A good example of this new playfulness is the first single, Nature Boy, a joyous, rolling pop song about how beauty will save the world. “It reminded us of Come Up And See Me by Cockney Rebel,” says Cave, “ which we’re all fans of, of course. It is a contagious and sexy piece of straight pop and it felt good to do something like that"

And it’s there that we must leave Nick Cave track-by-track extemporisations, as these are albums you must discover on your own. There will be some who favour the heavy, rolling, plenteous Abattoir Blues. After the scorching, jarring hosanna of opening track, Get Ready For Love you’ll find an album brimming with such rich wonders as Cannibal's Hymn's bewitching lonesome funk, the strident shaggy-dog grind-gospel of Hiding All Away (listen out for the point where Cave’s lyrics cause the gospel singers to crack up with laughter) and the song’s astonishing, breathtaking coda. Then there’s the ghostly ballad Let the Bells Ring, which just might be a lament for the passing of Johnny Cash, the greasy nightmare bestiary that is Fable of The Brown Ape, the ghostly end-of-days drift of Messiah Ward and There She Goes, My Beautiful World, perhaps the most beautiful song ever written about writer’s block and self doubt. And let’s not forget a title track that paints a sweetly-sinister portrait of self-doubt and self-mockery in a world of crumbling values, a song that might well contain the most sinister “Woke up this morning…” couplet of recent years

Then there’ll be those who’ll wish to lose themselves in the brushed, soft folds of The Lyre Of Orpheus, pulled into depths by the bare-boards blackly-comic mythic lament of the opening, title track, still deeper by Warren Ellis’s Roland Kirk-esque flute trills on Breathless before being submerged in the album’s joyously simple, piano-led love song (Babe You Turn Me On), a mordant, twistedly-beautiful lament bemoaning the author’s vast wealth (Easy Money), the chanting, flamenco reworking of Auden’s Funeral Blues (Supernaturally), a hypnotic folk-hex of weakened, devotional love (Spell) before the final, choral end-of-days People Get Ready masterpiece, O Children.

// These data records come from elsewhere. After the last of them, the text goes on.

// socket.io on the same server and port as the app, in development and production: an
// engine.io server bound through Nitro's websocket support (the socket.io guide for
// Nuxt; it uses private fields of crossws 0.3.x, held still by our pins and covered by a
// websocket-only test). Connections authenticate from the session cookie; staff join
// their workshop's room, clients the rooms of their jobs. With several app instances,
// @socket.io/postgres-adapter passes events between them through PostgreSQL.
import { Server as Engine } from 'engine.io'
import { Server, type Socket } from 'socket.io'
import { createAdapter } from '@socket.io/postgres-adapter'
import pg from 'pg'
import { parse as parseCookies } from 'cookie-es'
import { LIVE_SINCE, liveRooms, type LiveHandshake, type LiveSinceAnswer } from '#shared/types/live'
import { TABLET_COOKIE } from '#shared/utils/tablet-schemas'
import { jobsRepo } from '../repos/jobs'
import { dropReads, workshopOfRoom } from '../utils/read-cache'
import { READS_CHANGED } from '../utils/realtime'
import { missedSince, noteLiveEvent } from '../utils/live-since'

async function authenticate(socket: Socket) {
  const cookies = parseCookies(socket.request.headers.cookie ?? '')
  try {
    const data = await unsealedCookie(cookies[sessionCookieName()])
    const user = data.user
    // the same checks as requireRole: a live server-side record, an enabled user, the same session version
    const row = await liveSessionUser(data)
    if (!user || !row) return undefined
    // a PIN session on a shared tablet, as requireRole checks it (server/utils/tablet.ts)
    if (user.tablet && !(await tabletOfSession(user, cookies[TABLET_COOKIE]))) return undefined
    return { ...row, tabletId: user.tablet?.id }
  }
  catch {
    return undefined
  }
}

async function joinRooms(socket: Socket, user: { id: number; workshop_id: number; role: string; session_id: number; tabletId?: number }) {
  // a person's and a session's own rooms: taking rights away drops or narrows these sockets
  // at once (server/utils/realtime.ts disconnectUser, disconnectSession, leaveJob)
  await socket.join([liveRooms.user(user.id), liveRooms.session(user.session_id)])
  if (user.tabletId) await socket.join(liveRooms.tablet(user.tabletId))
  if (user.role !== 'client') {
    await socket.join(liveRooms.workshop(user.workshop_id))
    return
  }
  const jobs = await jobsRepo.memberJobIds(useDb(), user.workshop_id, user.id)
  await socket.join(jobs.map(id => liveRooms.job(id)))
}

/** Longest delay setTimeout takes (2^31 - 1 ms); a session ends sooner than that anyway. */
const MAX_TIMER_MS = 2_147_483_647

/**
 * The adapter's pool: a lost connection (PostgreSQL restarted or unreachable) emits 'error'
 * on its pg client, and an 'error' event nobody listens to is thrown by Node and ends the
 * process (Node.js "Error events"; node-postgres "Pool: events", error). The pool listens
 * on idle clients only, so each client gets a listener too, including the one the adapter
 * holds checked out for LISTEN. The adapter never releases that one when it dies, so it
 * would keep its place in the pool for good and, after a restart or two, leave none for
 * publishing: a checked-out client that fails and is still held is released as broken
 * (`release(err)` removes it). The adapter then takes a new client (it retries every ~2 s) and live updates resume
 * once the database is back.
 */
function adapterPool() {
  const pool = new pg.Pool({ connectionString: appEnv().DATABASE_URL, max: 2 })
  const checkedOut = new Set<pg.PoolClient>()
  pool.on('acquire', client => checkedOut.add(client))
  pool.on('release', (_err, client) => checkedOut.delete(client))
  pool.on('remove', client => checkedOut.delete(client as pg.PoolClient))
  pool.on('error', err => useLogger().error({ err: { message: err.message } }, 'socket.io adapter: database connection lost'))
  pool.on('connect', client => client.on('error', (err) => {
    useLogger().error({ err: { message: err.message } }, 'socket.io adapter: database connection lost')
    // after pool.query's own handlers ran: a client it holds is released by it (a second
    // release throws), so what is still checked out then is the adapter's
    const held = client as pg.PoolClient
    setImmediate(() => {
      if (checkedOut.delete(held)) held.release(err)
    })
  }))
  return pool
}

/** The cluster adapter's message types this instance acts on (socket.io-adapter's ClusterAdapter, MessageType). */
const BROADCAST = 3

/**
 * Kept answers (server/utils/read-cache.ts) follow what the other instances do: an event
 * broadcast by another instance drops its workshop's answers here before this instance hands
 * it to its sockets (the adapter's onMessage, wrapped: one message, in order, so a tablet that
 * reads again on the event reads after the drop), and a write elsewhere drops them on its
 * READS_CHANGED message. The event's rooms are noted too, for pages that connect after it
 * (server/utils/live-since.ts).
 */
function dropReadsAhead(io: Server) {
  const adapter = io.of('/').adapter as unknown as { onMessage: (message: { type: number; data?: { opts?: { rooms?: string[] } } }, offset?: string) => unknown }
  const deliver = adapter.onMessage.bind(adapter)
  adapter.onMessage = (message, offset) => {
    if (message.type === BROADCAST) {
      noteLiveEvent(message.data?.opts?.rooms ?? [])
      for (const room of message.data?.opts?.rooms ?? []) {
        const workshopId = workshopOfRoom(room)
        if (workshopId !== undefined) dropReads(workshopId)
      }
    }
    return deliver(message, offset)
  }
  io.on(READS_CHANGED, (workshopId: number | null) => dropReads(workshopId ?? undefined))
}

export default defineNitroPlugin((nitroApp) => {
  // allowRequest covers the polling transport; the websocket upgrade reaches engine.io
  // without it (engine.onWebSocket below), so the io.use check is the one that holds for both
  const engine = new Engine({
    pingInterval: 10_000, pingTimeout: 8_000,
    allowRequest: (req, callback) => {
      const foreign = isForeignRequest(req.headers)
      callback(foreign ? 'This connection does not come from a Setline page' : null, !foreign)
    },
  })
  const io = new Server({ serveClient: false })
  const pool = adapterPool()
  io.adapter(createAdapter(pool, { errorHandler: err => useLogger().error({ err: { message: err.message } }, 'socket.io adapter') }))
  dropReadsAhead(io)
  io.bind(engine)
  io.use(async (socket, next) => {
    // a page of another site must not open a live connection with the user's cookie
    // (cross-site WebSocket hijacking: OWASP WebSocket Security Cheat Sheet, "Origin validation")
    if (isForeignRequest(socket.request.headers)) return next(new Error('This connection does not come from a Setline page'))
    const user = await authenticate(socket)
    if (!user) return next(new Error('Please sign in'))
    socket.data.userId = user.id
    socket.data.workshopId = user.workshop_id
    socket.data.sessionId = user.session_id
    await joinRooms(socket, user)
    // the socket ends with its session, as the cookie does on the next request
    const ends = setTimeout(() => socket.disconnect(true), Math.min(MAX_TIMER_MS, Math.max(0, user.session_expires_at.getTime() - Date.now())))
    socket.once('disconnect', () => clearTimeout(ends))
    next()
  })
  // whether the page may have missed an event before this socket joined its rooms (server/utils/live-since.ts)
  io.on('connection', (socket) => {
    const answer: LiveSinceAnswer = { missed: missedSince(socket.rooms, (socket.handshake.auth as LiveHandshake).since) }
    socket.emit(LIVE_SINCE, answer)
  })
  setRealtimeServer(io)

  nitroApp.router.use('/socket.io/', defineEventHandler({
    handler(event) {
      engine.handleRequest(event.node.req as never, event.node.res)
      event._handled = true
    },
    websocket: {
      open(peer) {
        const internal = (peer as unknown as { _internal: { nodeReq: { socket: unknown } } })._internal
        // @ts-expect-error private method of engine.io, as in the socket.io guide for Nuxt
        engine.prepare(internal.nodeReq)
        // @ts-expect-error private method of engine.io, as in the socket.io guide for Nuxt
        engine.onWebSocket(internal.nodeReq, internal.nodeReq.socket, (peer as unknown as { websocket: unknown }).websocket)
      },
    },
  }))

  nitroApp.hooks.hook('close', async () => {
    setRealtimeServer(undefined)
    io.close()
    await pool.end()
  })
})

Nick Cave has kept smart company over the years, clustered in maleficent, smart-dressed covens, penning dark tales for outsider souls, ever since his days in that gloriously apocalyptic early-80s Australian desperados, The Bad Seeds. But whether we’re talking about the early swamp blues and tenement howls of 1984’s Bad Seeds debut, From Her To Eternity and 1985’s The Firstborn Is Dead, the carny grotesques and nightmare alleys of 1986’s Your Funeral My Trial, the yearning, dope-sick heartbreak of 1988’s Tender Prey, the sinistral pop melodrama of 1990’s The Good Son or the visceral walking blues of 1992’s Henry’s Dream and 1994’s Let Love In, the labyrinthine blood narratives of 1996’s Murder Ballads or the stripped down heartbreak of 1997’s The Boatman’s Call, the chilling, majestic epic that was 2002’s No More Shall We Part or the let’s-go-to-work brutality of last year’s Nocturama, whether we call upon any point in Nick Cave And The Bad Seeds there’s nothing that betters this. And don’t just believe the press notes guy.

“There are no voices in the back of my mind saying ‘You really could have done this better’,” says Cave. “I’ve listened to this album a lot and I don’t have those voices at all.”

“Over the years my gut feeling about our albums has proved to be true,” concludes Mick Harvey, “and I think this is our best album.”